Example 11.7 Let (\mathbf{x},\mathbf{y})=((x_1,y_1),\cdots,(x_n,y_n)) denote the complete data and (\mathbf{x}_{(-1)},\mathbf{y})=(y_1,(x_2,y_2),\cdots,(x_n,y_n)) denote the incomplete data. The expected complete-data log likelihood is \begin{equation} \begin{split} & E[\log L(\beta,\tau_1,\cdots,\tau_n|(\mathbf{x},\mathbf{y}))|\tau^{(r)},(\mathbf{x}_{-1},\mathbf{y})]\\ &=\sum_{x_1=0}^{\infty}\log(\prod_{i=1}^n\frac{e^{-\beta\tau_i}(\beta\tau_i)^{y_i}}{y_i|}\frac{e^{-\tau_i}(\tau_i)^{x_i}}{x_i|})\frac{e^{-\tau_1^{(r)}}(\tau_1^{(r)})^x_1}{x_1!}\\ &=\sum_{i=1}^n[-\beta\tau_i+y_i(\log\beta+\log\tau_i)-\log y_i!]+\sum_{i=2}^n[-\tau_i+x_i\log\tau_i-\log x_i!]\\ &+\sum_{x_1=0}^{\infty}[-\tau_1+x_1\log\tau_1-\log x_1!]\frac{e^{-\tau_1^{(r)}}(\tau_1^{(r)})^x_1}{x_1!}\\ &=(\sum_{i=1}^n[-\beta\tau_i+y_i(\log\beta+\log\tau_i)]+\sum_{i=2}^n[-\tau_i+x_i\log\tau_i]+\sum_{x_1=0}^{\infty}[-\tau_1+x_1\log\tau_1]\frac{e^{-\tau_1^{(r)}}(\tau_1^{(r)})^x_1}{x_1!})\\ &-(\sum_{i=1}^n\log y_i!+\sum_{i=2}^n \log x_i!+\sum_{x_1=0}^{\infty}\log x_1!\frac{e^{-\tau_1^{(r)}}(\tau_1^{(r)})^x_1}{x_1!}) \end{split} \tag{11.30} \end{equation} The first equation in (11.30) uses @(eq:11020), (11.24) and the last equation of (11.26). The last equation in (11.30) is just grouping together terms involving \beta and \tau_i and terms that do not involve these parameters. We can ignore terms without \beta and \tau_i. Thus, we only need to maximize the terms in the first set of parentheses, where the last sum can be written as \begin{equation} -\tau_1+\log\tau_1\sum_{x_1=0}^{\infty}x_1\frac{e^{-\tau_1^{(r)}}(\tau_1^{(r)})^x_1}{x_1!})=-\tau_1+\tau_1^{(r)}\log\tau_1 \tag{11.31} \end{equation} When substituting back to (11.30), we see that the expected complete-data likelihood is the same as the original complete-data likelihood, with the exception that x_1 is replaced by \tau_1^{(r)}. Thus, in the rth step the MLEs are only a minor variation of (11.21) and are given by \begin{equation} \begin{split} & \hat{\beta}^{(r+1)}=\frac{\sum_{i=1}^ny_i}{\hat{\tau}_1^{(r)}+\sum_{i=2}^nx_i}\\ & \hat{\tau}_1^{(r+1)}=\frac{\hat{\tau}_1^{(r)}+y_1}{\hat{\beta}^{(r+1)}+1}\\ & \hat{\tau}_i^{(r+1)}=\frac{x_i+y_i}{\hat{\beta}^{(r+1)}+1}\quad i=2,3,\cdots,n \end{split} \tag{11.32} \end{equation}

This defines both the E-step (which results in the substitution of \hat{\tau}_1^{(r)} for x_1) and the M-step (which results in the calculation in (11.32) for the MLEs at the rth iteration).
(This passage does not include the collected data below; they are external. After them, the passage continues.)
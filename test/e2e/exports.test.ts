/**
 * The report exports as a test engineer makes them, in real headless Chromium through the browser
 * host: the differences against the baseline and the full-scale table as CSV (read back by a
 * comment-skipping reader and held against the numbers on screen) and as workbooks, and a figure at a
 * chosen size as SVG (physical size in mm over a px layout) and PNG (300 dpi).
 */
import { readFileSync, writeFileSync } from 'node:fs';
import { join } from 'node:path';
import Papa from 'papaparse';
import type { Download, Page } from 'playwright-core';
import readXlsx from 'read-excel-file/node';
import { afterAll, beforeAll, describe, expect, it } from 'vitest';
import { ARTIFACTS, browserAvailable, openSession, type Session, waitReady } from './browserSetup.ts';
import { overflowOf, SAMPLE_RUNS, showView } from './screenshots.ts';

async function download(page: Page, click: () => Promise<void>, keepAs: string): Promise<{ d: Download; bytes: Buffer }> {
  const [d] = await Promise.all([page.waitForEvent('download'), click()]);
  const bytes = readFileSync((await d.path())!);
  writeFileSync(join(ARTIFACTS, keepAs), bytes);
  return { d, bytes };
}

function readReport(text: string) {
  const parsed = Papa.parse<string[]>(text, { comments: '#', skipEmptyLines: true });
  expect(parsed.errors).toEqual([]);
  const [header, units, ...rest] = parsed.data;
  return {
    header: header!,
    units: units!,
    rows: rest.map((r) => Object.fromEntries(header!.map((h, i) => [h, r[i] ?? '']))),
    comments: text.split('\n').filter((l) => l.startsWith('#')),
  };
}

/** Half a unit in the last place written. */
function halfPlace(text: string): number {
  const m = text.replace(/^-/, '');
  return m.includes('.') ? 0.5 * 10 ** -m.split('.')[1]!.length : 0.5;
}

/** Significant digits of a number as written. */
function significant(text: string): number {
  const m = text.replace(/^-/, '').replace(/e.*$/i, '');
  const digits = m.replace('.', '').replace(/^0+/, '');
  return m.includes('.') ? digits.length : digits.replace(/0+$/, '').length || 1;
}

const run = browserAvailable() ? describe : describe.skip;

run('report exports of the comparison, the full-scale estimate and figures at a chosen size', () => {
  let s: Session;
  let page: Page;

  beforeAll(async () => {
    s = await openSession();
    page = s.page;
    await page.setViewportSize({ width: 1024, height: 700 });
    await page.goto(s.server.url);
    for (const f of SAMPLE_RUNS) await waitReady(page, f);
  });

  afterAll(async () => {
    await s?.close();
  });

  it('exports the differences against the baseline as the view shows them, the 2D run named as not compared', async () => {
    await showView(page, 'Against baseline');
    await page.getByLabel('Baseline run', { exact: true }).selectOption('run-101-clean.csv');
    await page.locator('.delta-table tbody tr').first().waitFor();
    expect(await overflowOf(page)).toBe(0);
    await page.screenshot({ path: join(ARTIFACTS, 'exports-baseline-1024x700.png') });
    const { d, bytes } = await download(page, () => page.getByRole('button', { name: 'Differences CSV' }).click(), 'exports-differences.csv');
    expect(d.suggestedFilename()).toBe('KM-7-wing-flap-study-invented-demonstration-campaign-differences-against-101.csv');
    const text = bytes.toString('utf8');
    expect(text).not.toMatch(/^"#/m);
    const { header, units, rows, comments } = readReport(text);
    expect(comments[0]).toBe('# table: differences against the baseline run, delta = run - baseline');
    expect(comments).toContain('# baseline: 101 · clean (run-101-clean.csv)');
    expect(comments).toContain('# basis: free-air corrected (wall corrections applied)');
    expect(comments.some((l) => l.startsWith('# not compared: run-201-section.csv: ') && l.includes('2D section'))).toBe(true);
    expect(header.slice(0, 6)).toEqual(['run', 'configuration', 'matched at', 'alpha', 'CL', 'delta CL']);
    expect(units[header.indexOf('alpha')]).toBe('deg');

    // every matched-alpha row is a row of the table on screen, within the screen's rounding and the file's
    const screen = await page
      .locator('.delta-table tbody tr')
      .evaluateAll((trs) => trs.map((tr) => Array.from(tr.querySelectorAll('td'), (td) => td.textContent!.trim())));
    const atAlpha = rows.filter((r) => r['matched at'] === 'alpha');
    expect(atAlpha).toHaveLength(screen.length);
    atAlpha.forEach((r, i) => {
      const v = screen[i]!;
      expect(v[0]).toBe(r['configuration'] ? `${r['run']} · ${r['configuration']}` : r['run']);
      expect(Math.abs(Number(r['alpha']) - Number(v[1]))).toBeLessThanOrEqual(0.005 + halfPlace(r['alpha']!));
      expect(Math.abs(Number(r['delta CL']) - Number(v[2]))).toBeLessThanOrEqual(0.00005 + halfPlace(r['delta CL']!));
      expect(Math.abs(Number(r['delta CD']) - Number(v[3]))).toBeLessThanOrEqual(0.000005 + halfPlace(r['delta CD']!));
      expect(Math.abs(Number(r['delta Cm']) - Number(v[4]))).toBeLessThanOrEqual(0.00005 + halfPlace(r['delta Cm']!));
    });
    const atLift = rows.filter((r) => r['matched at'] === 'CL');
    expect(atLift.length).toBeGreaterThan(5);
    for (const r of rows) for (const h of header.slice(3)) if (r[h] !== '') expect(significant(r[h]!), `${h}: ${r[h]}`).toBeLessThanOrEqual(7);

    const book = await download(page, () => page.getByRole('button', { name: 'Differences XLSX' }).click(), 'exports-differences.xlsx');
    const sheets = await readXlsx(book.bytes);
    expect(sheets.map((x) => x.sheet)).toEqual(['Differences', 'Fitted characteristics', 'Notes']);
    expect(sheets[0]!.data.length - 2).toBe(rows.length);
  });

  it('exports the full-scale table with its cautions first and the speeds the view shows', async () => {
    await showView(page, 'Full-scale estimate');
    await page.getByLabel('Aircraft mass [kg]').fill('750');
    await page.getByLabel('Wing reference area [m²]').fill('11.2');
    await page.getByLabel('Pressure altitude [m]').fill('1500');
    await page.locator('[data-air="rho"]').waitFor();
    expect(await overflowOf(page)).toBe(0);
    await page.getByRole('button', { name: 'Full-scale CSV' }).scrollIntoViewIfNeeded();
    await page.screenshot({ path: join(ARTIFACTS, 'exports-full-scale-1024x700.png') });
    const { d, bytes } = await download(page, () => page.getByRole('button', { name: 'Full-scale CSV' }).click(), 'exports-full-scale.csv');
    expect(d.suggestedFilename()).toBe('KM-7-wing-flap-study-invented-demonstration-campaign-full-scale-estimate.csv');
    const text = bytes.toString('utf8');
    const { header, units, rows, comments } = readReport(text);
    expect(comments[0]).toBe('# caution: ENGINEERING ESTIMATE FROM MODEL TESTS - NOT FOR OPERATIONAL USE');
    expect(
      comments.some((l) =>
        l.startsWith('# caution: Not for operational use: certified flight-manual data, local regulations and licensed engineering practice govern.'),
      ),
    ).toBe(true);
    expect(comments.some((l) => l.startsWith('# caution: Reynolds-number and scale effects'))).toBe(true);
    expect(units[header.indexOf('V_s')]).toBe('m/s');
    expect(units[header.indexOf('V_s knots')]).toBe('kt');
    const rho = Number(await page.locator('[data-air="rho"]').getAttribute('data-value'));
    for (const r of rows) expect(Math.abs(Number(r['air density']) - rho)).toBeLessThanOrEqual(halfPlace(r['air density']!));
    const screen = await page
      .locator('.fs-table:not(.changes) tbody tr')
      .evaluateAll((trs) =>
        trs.map((tr) => ({ file: tr.getAttribute('data-run'), vs: tr.querySelector('[data-col="v-stall"]')?.getAttribute('data-value') ?? null })),
      );
    expect(rows.map((r) => r['run file'])).toEqual(screen.map((x) => x.file));
    for (const x of screen) {
      const r = rows.find((y) => y['run file'] === x.file)!;
      if (x.vs === null) {
        expect(r['V_s']).toBe('');
        expect(r['note']).not.toBe('');
      } else {
        expect(Math.abs(Number(r['V_s']) - Number(x.vs))).toBeLessThanOrEqual(halfPlace(r['V_s']!));
        expect(r['CLmax from']).toMatch(/^fit of run \S+, free-air corrected, /);
      }
    }
    const book = await download(page, () => page.getByRole('button', { name: 'Full-scale XLSX' }).click(), 'exports-full-scale.xlsx');
    const sheets = await readXlsx(book.bytes);
    expect(sheets[0]!.data[0]![0]).toBe('caution: ENGINEERING ESTIMATE FROM MODEL TESTS - NOT FOR OPERATIONAL USE');
  });

  it('saves a figure at a chosen size: the SVG at its physical size in mm over a px layout, the PNG at 300 dpi', async () => {
    await showView(page, 'Plots');
    await page.getByLabel('Figure size for PNG and SVG').selectOption('text-width');
    expect(await page.locator('[data-figure-size]').textContent()).toMatch(
      /^160 × 110 mm; drawn at \d+ × \d+ px or more, small type prints at [\d.]+ pt or less; PNG at 300 dpi$/,
    );
    expect(await overflowOf(page)).toBe(0);
    const panel = page.locator('[data-plot="cl-alpha"]');
    const svg = await download(page, () => panel.getByRole('button', { name: 'SVG' }).click(), 'exports-figure-160x110mm.svg');
    expect(svg.d.suggestedFilename()).toBe('KM-7-wing-flap-study-invented-demonstration-campaign-cl-alpha-160x110mm.svg');
    const text = svg.bytes.toString('utf8');
    const m = /^<svg [^>]*width="160mm" height="110mm" viewBox="0 0 (\d+) (\d+)"/.exec(text);
    expect(m).not.toBeNull();
    expect(Number(m![1]) / Number(m![2])).toBeCloseTo(160 / 110, 2);
    expect(text).toContain('<g class="provenance" font-size="12"');
    // the figure opened as an image at its own size: Chromium lays it out at 160 mm = 604.7 CSS px
    const shown = await page.evaluate(async (src) => {
      const img = new Image();
      img.src = `data:image/svg+xml;base64,${btoa(unescape(encodeURIComponent(src)))}`;
      await img.decode();
      return { w: img.naturalWidth, h: img.naturalHeight };
    }, text);
    expect(shown.w).toBeCloseTo((160 * 96) / 25.4, 0);
    expect(shown.h).toBeCloseTo((110 * 96) / 25.4, 0);

    const png = await download(page, () => panel.getByRole('button', { name: 'PNG' }).click(), 'exports-figure-160x110mm.png');
    expect(png.d.suggestedFilename()).toBe('KM-7-wing-flap-study-invented-demonstration-campaign-cl-alpha-160x110mm.png');
    // 160 mm at 300 dpi is 1890 pixels across (PNG header: width and height at bytes 16 and 20)
    expect(Math.abs(png.bytes.readUInt32BE(16) - (160 / 25.4) * 300)).toBeLessThanOrEqual(1);
    expect(Math.abs(png.bytes.readUInt32BE(20) - (110 / 25.4) * 300)).toBeLessThanOrEqual(1);

    // a size typed in px, and one out of range refused with its reason
    await page.getByLabel('Figure size for PNG and SVG').selectOption('custom');
    await page.getByLabel('Figure size unit').selectOption('px');
    await page.getByLabel('Figure width').fill('900');
    await page.getByLabel('Figure height').fill('600');
    const typed = await download(page, () => panel.getByRole('button', { name: 'SVG' }).click(), 'exports-figure-900x600px.svg');
    expect(typed.bytes.toString('utf8')).toMatch(/^<svg [^>]*width="900" height="600" viewBox="0 0 900 600"/);
    await page.getByLabel('Figure width').fill('20');
    expect(await page.locator('.figure-size [role="alert"]').textContent()).toBe('The width must be 300 to 6000 px, not 20.');
    await page.getByLabel('Figure size for PNG and SVG').selectOption('screen');
    await page.screenshot({ path: join(ARTIFACTS, 'exports-plots-1024x700.png') });
  });
});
The properties of the EM algorithm give us assurance that the sequence (\hat{\beta}^{(r)},\hat{\tau}_1^{(r)},\cdots,\hat{\tau}_n^{(r)}) converges to the incomplete-data MLE as r\to\infty.
Theorem 11.2 (Monotonic EM sequence) The sequence \{\hat{\theta}_{(r)}\} defined by (11.29) satisfies \begin{equation} L(\hat{\theta}^{(r+1)}|\mathbf{y})\geq L(\hat{\theta}^{(r)}|\mathbf{y}) \tag{11.33} \end{equation} with equality holding if and only if successive iterations yield the same value of the maximized expected complete-data log likelihood, that is
\begin{equation} E[\log(L(\hat{\theta}^{(r+1)}|\mathbf{y},\mathbf{X}))|\hat{\theta}^{(r)},\mathbf{y}]=E[\log(L(\hat{\theta}^{(r)}|\mathbf{y},\mathbf{X}))|\hat{\theta}^{(r)},\mathbf{y}] \tag{11.34} \end{equation}

References

Casella, George, and Roger Berger. 2002. Statistical Inference. 2nd ed. Belmont, CA: Duxbury Resource Center.